La carlingue éventrée d’un avion occupe la scène du Théâtre du Nord, à Lille. Si ce n’est la fin du monde, ça y ressemble. Cette vision cataclysmique ouvre Tragédie, le spectacle de sortie des élèves de l’Ecole du Nord : quinze jeunes gens habitent ce plateau dévasté qui leur oppose pendant deux heures trente sa force d’inertie mortifère (il sera désossé, par leurs soins, à la fin de la représentation).
Ces quinze acteurs achèvent un cursus d’étude de trois ans. La fiction les transforme en une bande de jeunes adultes mûrs pour changer le monde. Pantalons et jupes de flanelle, cravates rayées, ils se présentent sur scène, revêtus d’uniformes scolaires. On les croirait sortis d’une université chic avec des discours à l’avenant. Engagés sur les causes sociétales et écologiques, ils cochent les cases du progressisme bobo : végans, wokistes, écolos, ils sont conscients de l’état déplorable de la société mais sont déterminés à en faire bouger les lignes. C’est pour cela qu’ils sont montés dans cet avion. Ils partaient colloquer, manifester, militer, prêcher la bonne parole. Sauf que l’avion est tombé.
Deux heures trente plus tard, et presque au terme du spectacle, débraillés, abîmés, en haillons, ces vivants sont devenus des survivants qui ont épuisé leurs réserves de nourriture, croqué le métal de la carlingue, résisté au cannibalisme, et surtout fait le deuil méthodique d’à peu près tout ce qui soude l’humain : l’amour, l’amitié, l’empathie, la confiance, la solidarité, la fraternité. Ces valeurs phares sont des ruines fumantes. Aucun rêve n’a fait barrage à l’effondrement programmé. Prométhée (mythe antique convoqué dans la fiction aux côtés de Pandore ou de Chronos) n’aurait pas dû voler le feu aux dieux pour le donner à l’homme. Pas sûr que ce dernier en ait fait bon usage.
Tragédie n’usurpe pas son titre. Le spectacle de ces jeunes gens parle de leurs angoisses, leurs peurs, leurs renoncements, leurs colères, leurs sentiments d’injustice et leurs constats d’impuissance. Ils sont lucides et accusateurs : le voilà, l’héritage laissé par les « boomers ». On peut trouver la litanie agaçante et le listing des griefs et des plaintes systématiques, facile et anxiogène, cela n’empêche : si l’on est de ces « boomers », impossible d’esquiver notre responsabilité quant au mental catastrophique de la jeune génération.

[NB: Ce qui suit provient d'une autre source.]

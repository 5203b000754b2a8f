"""Tests of engine.forecast: trend fits, crossing dates and their intervals.

Every series here is synthetic, built from a known law, so the true crossing date is known
from first principles: for v = a·exp(b·t) it is t* = ln(L/a)/b, for v = c + m·t it is
t* = (L − c)/m.
"""

from __future__ import annotations

import json
import math
import time
from datetime import datetime

import numpy as np
import pytest
from scipy import stats

from engine.errors import InputError
from engine.forecast import MIN_POINTS, Forecast, forecast

DAY = 86400.0
T0 = 1_767_225_600.0   # 2026-01-01 00:00 UTC, s since 1970
WEEKS = np.arange(16.0)
DAYS = 7.0 * WEEKS     # one survey a week
TIMES = T0 + DAYS * DAY


def exp_series(rng, a=1.0, doubling_days=35.0, noise=0.05):
    """v = a·exp(b·t) with multiplicative noise of ``noise`` (relative, 1 σ)."""
    b = math.log(2.0) / doubling_days
    return a * np.exp(b * DAYS) * (1.0 + noise * rng.standard_normal(DAYS.size)), b


def test_exponential_growth_forecast_within_10_percent(rng):
    v, b = exp_series(rng)
    f = forecast(TIMES, v, alert=11.0, danger=16.0, recent=16)
    assert f.status == "forecast" and f.model == "exponential"
    true = T0 + math.log(16.0 / 1.0) / b * DAY    # first principles: t* = ln(L/a)/b, day 140
    assert abs(f.danger_date_s - true) <= 0.1 * (true - TIMES[-1])
    assert f.danger_low_s <= true <= f.danger_high_s
    assert TIMES[-1] < f.alert_date_s < f.danger_date_s
    # growth rate b per day, first principles; 5 % noise over 16 runs
    assert f.slope_per_day == pytest.approx(b, rel=0.1)
    assert "AICc" in f.reason and "exponential" in f.reason.lower()


def test_exponential_default_recent_runs(rng):
    v, b = exp_series(rng)
    f = forecast(TIMES, v, alert=None, danger=16.0)        # the last 8 runs
    true = T0 + math.log(16.0) / b * DAY                    # first principles
    assert f.model == "exponential" and f.points_used == 8
    assert f.danger_low_s <= true <= f.danger_high_s


def test_interval_coverage_is_near_90_percent():
    # First principles: a 90 % interval holds the true date in about 90 % of repeats.
    # 100 seeded repeats: binomial σ ≈ 3 %, so 80–98 % is about ±3 σ.
    hits = 0
    for seed in range(100):
        v, b = exp_series(np.random.default_rng(seed))
        f = forecast(TIMES, v, alert=None, danger=16.0, recent=16, seed=seed)
        hits += f.danger_low_s <= T0 + math.log(16.0) / b * DAY <= f.danger_high_s
    assert 80 <= hits <= 98


def test_linear_trend_chosen_and_within_10_percent(rng):
    c, m = 2.0, 0.05                                       # mm/s and mm/s per day
    v = c + m * DAYS + 0.1 * rng.standard_normal(DAYS.size)
    f = forecast(TIMES, v, alert=8.0, danger=12.0, recent=16)
    assert f.status == "forecast" and f.model == "linear"
    true = T0 + (12.0 - c) / m * DAY          # first principles: t* = (L − c)/m, day 200
    assert abs(f.danger_date_s - true) <= 0.1 * (true - TIMES[-1])
    assert f.danger_low_s <= true <= f.danger_high_s
    assert TIMES[-1] < f.alert_date_s < f.danger_date_s


def test_exact_linear_data_gives_the_algebraic_date_to_one_second():
    c, m = 1.3, 0.0417
    v = c + m * DAYS
    f = forecast(TIMES, v, alert=6.0, danger=9.0)
    assert f.model == "linear"
    for level, got in ((6.0, (f.alert_date_s, f.alert_low_s, f.alert_high_s)),
                       (9.0, (f.danger_date_s, f.danger_low_s, f.danger_high_s))):
        true = T0 + (level - c) / m * DAY                   # first principles
        for x in got:                                        # no noise: a zero-width interval
            assert abs(x - true) <= 1.0


def test_exact_exponential_data_gives_the_algebraic_date_to_one_second():
    a, b = 0.8, math.log(2.0) / 30.0
    f = forecast(TIMES, a * np.exp(b * DAYS), alert=None, danger=12.0)
    true = T0 + math.log(12.0 / a) / b * DAY                 # first principles: ln(L/a)/b
    assert f.model == "exponential"
    for x in (f.danger_date_s, f.danger_low_s, f.danger_high_s):
        assert abs(x - true) <= 1.0


def test_horizon_counts_from_now():
    v = 1.0 + 0.01 * DAYS                                   # danger 7.1 at day 610
    later = TIMES[-1] + 200 * DAY
    assert math.isnan(forecast(TIMES, v, alert=None, danger=7.1).danger_date_s)
    f = forecast(TIMES, v, alert=None, danger=7.1, now_s=later)
    assert abs(f.danger_date_s - (T0 + 610 * DAY)) <= 1.0    # first principles: (L − c)/m


def test_linear_slope_matches_numpy_polyfit(rng):
    v = 2.0 + 0.03 * DAYS + 0.05 * rng.standard_normal(DAYS.size)
    f = forecast(TIMES, v, alert=None, danger=20.0, recent=16)
    assert f.model == "linear"
    # reference: numpy.polyfit (least squares) and scipy.stats.linregress (slope's stderr)
    assert f.slope_per_day == pytest.approx(np.polyfit(DAYS, v, 1)[0], rel=1e-10)
    ref = stats.linregress(DAYS, v)
    assert f.slope_t == pytest.approx(ref.slope / ref.stderr, rel=1e-8)
    assert f.r2 == pytest.approx(ref.rvalue ** 2, rel=1e-10)


def test_exponential_rate_matches_polyfit_on_logs(rng):
    v, _ = exp_series(rng)
    f = forecast(TIMES, v, alert=None, danger=50.0, recent=16)
    # reference: numpy.polyfit of ln v against days (the log-linear least-squares fit)
    assert f.slope_per_day == pytest.approx(np.polyfit(DAYS, np.log(v), 1)[0], rel=1e-10)


def test_aicc_matches_scipy_likelihoods(rng):
    v, _ = exp_series(rng, noise=0.08)
    f = forecast(TIMES, v, alert=None, danger=50.0, recent=16)
    n, k = v.size, 3
    corr = 2 * k + 2 * k * (k + 1) / (n - k - 1)   # AICc, Burnham & Anderson (2002) ch. 2
    p = np.polyfit(DAYS, v, 1)
    mu = np.polyval(p, DAYS)
    sd = np.sqrt(np.mean((v - mu) ** 2))            # maximum-likelihood σ
    # reference: scipy.stats.norm / lognorm log densities of the same data in mm/s
    assert f.aicc_linear == pytest.approx(-2 * stats.norm.logpdf(v, mu, sd).sum() + corr,
                                          rel=1e-9)
    q = np.polyfit(DAYS, np.log(v), 1)
    mu_log = np.polyval(q, DAYS)
    s_log = np.sqrt(np.mean((np.log(v) - mu_log) ** 2))
    ll = stats.lognorm.logpdf(v, s=s_log, scale=np.exp(mu_log)).sum()
    assert f.aicc_exponential == pytest.approx(-2 * ll + corr, rel=1e-9)


def test_flat_noise_is_flat(rng):
    v = 3.0 + 0.1 * rng.standard_normal(DAYS.size)
    f = forecast(TIMES, v, alert=4.5, danger=7.1)
    assert f.status == "flat"
    assert math.isnan(f.danger_date_s) and math.isnan(f.alert_date_s)
    assert "flat" in f.reason and "includes zero" in f.reason


def test_falling_trend_is_falling(rng):
    v = 5.0 - 0.02 * DAYS + 0.1 * rng.standard_normal(DAYS.size)
    f = forecast(TIMES, v, alert=6.0, danger=8.0)
    assert f.status == "falling" and f.slope_per_day < 0
    assert math.isnan(f.danger_date_s)


def test_four_points_are_too_few():
    f = forecast(TIMES[:4], [1.0, 1.5, 2.0, 2.5], alert=4.0, danger=6.0)
    assert f.status == "too few points" and f.model == ""
    assert str(MIN_POINTS) in f.reason and math.isnan(f.danger_date_s)


def test_nan_values_are_dropped():
    v = 1.0 + 0.1 * DAYS[:6]
    with_nan = np.insert(v, 3, np.nan)
    t = np.insert(TIMES[:6], 3, TIMES[2] + 3 * DAY)
    a = forecast(t, with_nan, alert=None, danger=20.0)
    b = forecast(TIMES[:6], v, alert=None, danger=20.0)
    assert a.points_used == 6 and a.danger_date_s == pytest.approx(b.danger_date_s)
    few = forecast(TIMES[:5], [1.0, np.nan, 1.2, 1.3, 1.4], alert=None, danger=5.0)
    assert few.status == "too few points"


def test_already_above_danger():
    f = forecast(TIMES[:6], [1, 2, 3, 4, 5, 7.5], alert=4.5, danger=7.1)
    assert f.status == "already above" and "danger" in f.reason


def test_already_above_alert_still_forecasts_danger():
    v = 2.0 + 0.05 * DAYS
    f = forecast(TIMES, v, alert=5.0, danger=10.0)
    assert f.status == "forecast" and math.isnan(f.alert_date_s)
    assert math.isfinite(f.danger_date_s) and "Already above alert" in f.reason


def test_beyond_the_horizon_is_nan(rng):
    v = 1.0 + 0.002 * DAYS + 0.01 * rng.standard_normal(DAYS.size)
    f = forecast(TIMES, v, alert=1.5, danger=7.1, horizon_days=365.0)
    # first principles at 0.002 mm/s per day from 1.21 mm/s: alert (1.5) ≈ 145 days ahead,
    # danger (7.1) ≈ 2900 days ahead
    assert f.status == "forecast" and math.isnan(f.danger_date_s)
    assert math.isnan(f.danger_low_s) and math.isnan(f.danger_high_s)
    assert "Danger is beyond the horizon of 365 days" in f.reason
    assert TIMES[-1] < f.alert_date_s <= TIMES[-1] + 365 * DAY


def test_non_positive_values_use_linear_only():
    v = -1.0 + 0.1 * DAYS                    # first runs below zero
    f = forecast(TIMES, v, alert=12.0, danger=14.0, recent=16)
    assert f.model == "linear" and "exponential not tried" in f.reason
    assert math.isnan(f.aicc_exponential)


def test_close_models_take_the_sooner_crossing():
    # Five runs that curve only a little: the two AICc are within 2 of each other.
    v = np.array([1.00, 1.13, 1.24, 1.42, 1.55])
    f = forecast(TIMES[:5], v, alert=None, danger=4.0)
    assert abs(f.aicc_linear - f.aicc_exponential) < 2.0
    d = (TIMES[:5] - TIMES[4]) / DAY
    pl, pe = np.polyfit(d, v, 1), np.polyfit(d, np.log(v), 1)   # reference fits (numpy)
    lin_days, exp_days = (4.0 - pl[1]) / pl[0], (math.log(4.0) - pe[1]) / pe[0]
    assert f.model == ("exponential" if exp_days < lin_days else "linear")
    assert "about equally well" in f.reason


def test_weekly_survey_bearing_fault_brackets_danger_week():
    # Synthetic survey (invented, not measured): healthy 1.1 mm/s RMS with 5 % scatter for
    # weeks 0–7; from week 8 an outer-race fault makes the overall level grow as
    # 1.1·exp(b·(w − 8)), doubling every 3 weeks.  Danger 4.5 mm/s (ISO 20816-3 group 2,
    # rigid, zone C/D boundary, from memory).  The forecast made after week 12 fits the
    # runs since the rise began (weeks 8–12).
    b = math.log(2.0) / 3.0                                   # per week
    clean = 1.1 * np.exp(b * np.maximum(WEEKS - 8, 0))
    v = clean * (1.0 + 0.05 * np.random.default_rng(2026).standard_normal(16))
    true_week = 8 + math.log(4.5 / 1.1) / b                  # first principles: ≈ week 14.1
    above = int(np.argmax(v >= 4.5))                         # first survey at or above danger
    assert v[:above].max() < 4.5 <= v[above]
    f = forecast(TIMES[:13], v[:13], alert=2.8, danger=4.5, recent=5)
    assert f.status == "forecast" and f.model == "exponential"
    week = lambda s: (s - T0) / (7 * DAY)                     # noqa: E731
    lo, hi = week(f.danger_low_s), week(f.danger_high_s)
    assert lo <= true_week <= hi
    assert lo <= above and hi >= above - 1                   # overlaps the crossing week
    assert hi - lo < 3.0                                     # and is useful: under 3 weeks


def test_same_seed_repeats(rng):
    v, _ = exp_series(rng)
    a = forecast(TIMES, v, alert=11.0, danger=16.0, seed=7)
    b = forecast(TIMES, v, alert=11.0, danger=16.0, seed=7)
    assert (a.danger_low_s, a.danger_high_s) == (b.danger_low_s, b.danger_high_s)
    assert np.array_equal(a.curve_high, b.curve_high)


def test_curve_band_and_dict(rng):
    v, _ = exp_series(rng)
    f = forecast(TIMES, v, alert=11.0, danger=16.0)
    assert f.curve_t_s[0] == TIMES[-8] and f.curve_t_s[-1] > f.danger_high_s
    assert np.all(f.curve_low <= f.curve_value) and np.all(f.curve_value <= f.curve_high)
    assert np.all(np.diff(f.curve_value) > 0)
    d = f.as_dict()
    json.dumps(d, allow_nan=False)
    assert datetime.fromisoformat(d["danger_date"]).timestamp() == pytest.approx(
        f.danger_date_s, abs=1.0)
    assert d["status"] == "forecast" and len(d["curve_t_s"]) == f.curve_t_s.size
    empty = Forecast("too few points", "", "Only 2 valid run(s).", 2).as_dict()
    assert empty["danger_date"] == "" and empty["r2"] is None


def test_progress_and_speed(rng):
    v, _ = exp_series(rng)
    calls = []
    forecast(TIMES, v, alert=11.0, danger=16.0, progress=lambda *a: calls.append(a))
    assert [c[:2] for c in calls] == [(1, 3), (2, 3), (3, 3)]
    best = math.inf
    for _ in range(5):
        start = time.perf_counter()
        forecast(TIMES, v, alert=11.0, danger=16.0, n_boot=400)
        best = min(best, time.perf_counter() - start)
    assert best < 0.050


@pytest.mark.parametrize("kwargs, field", [
    ({"times_s": TIMES[:5], "values": [1, 2, 3]}, "times_s"),
    ({"times_s": [T0, math.nan, T0 + 2, T0 + 3, T0 + 4], "values": [1] * 5}, "times_s"),
    ({"values": [1, 2, math.inf, 4, 5]}, "infinite"),
    ({"alert": 5.0, "danger": 4.0}, "alert"),
    ({"recent": 3}, "recent"),
    ({"n_boot": 10}, "n_boot"),
    ({"horizon_days": 0}, "horizon_days"),
    ({"danger": "high"}, "danger"),
])
def test_bad_input_raises(kwargs, field):
    args = {"times_s": TIMES[:5], "values": [1.0, 1.1, 1.2, 1.3, 1.4], "alert": 2.0,
            "danger": 3.0, **kwargs}
    with pytest.raises(InputError, match=field):
        forecast(args.pop("times_s"), args.pop("values"), **args)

Une ambitieuse ligne narrative
La mise en scène conjointe de David Bobée et Eric Lacascade (parrain de la promotion) va bien au-delà d’une simple démonstration de travaux d’élèves. Les spectacles de sortie ont leurs codes. Parmi les impératifs du genre : la mise en valeur de chaque comédien débutant. L’exercice peut parfois dériver vers un bout à bout fastidieux de numéros solos et performatifs. Il est ici déjoué de belle manière pour être emporté dans une ambitieuse ligne narrative portée par des acteurs impeccables. Tous sont très bien, mais trois sont mieux que bien : Félix Back, Mohammed Louridi et Poline Baranova Kiejman.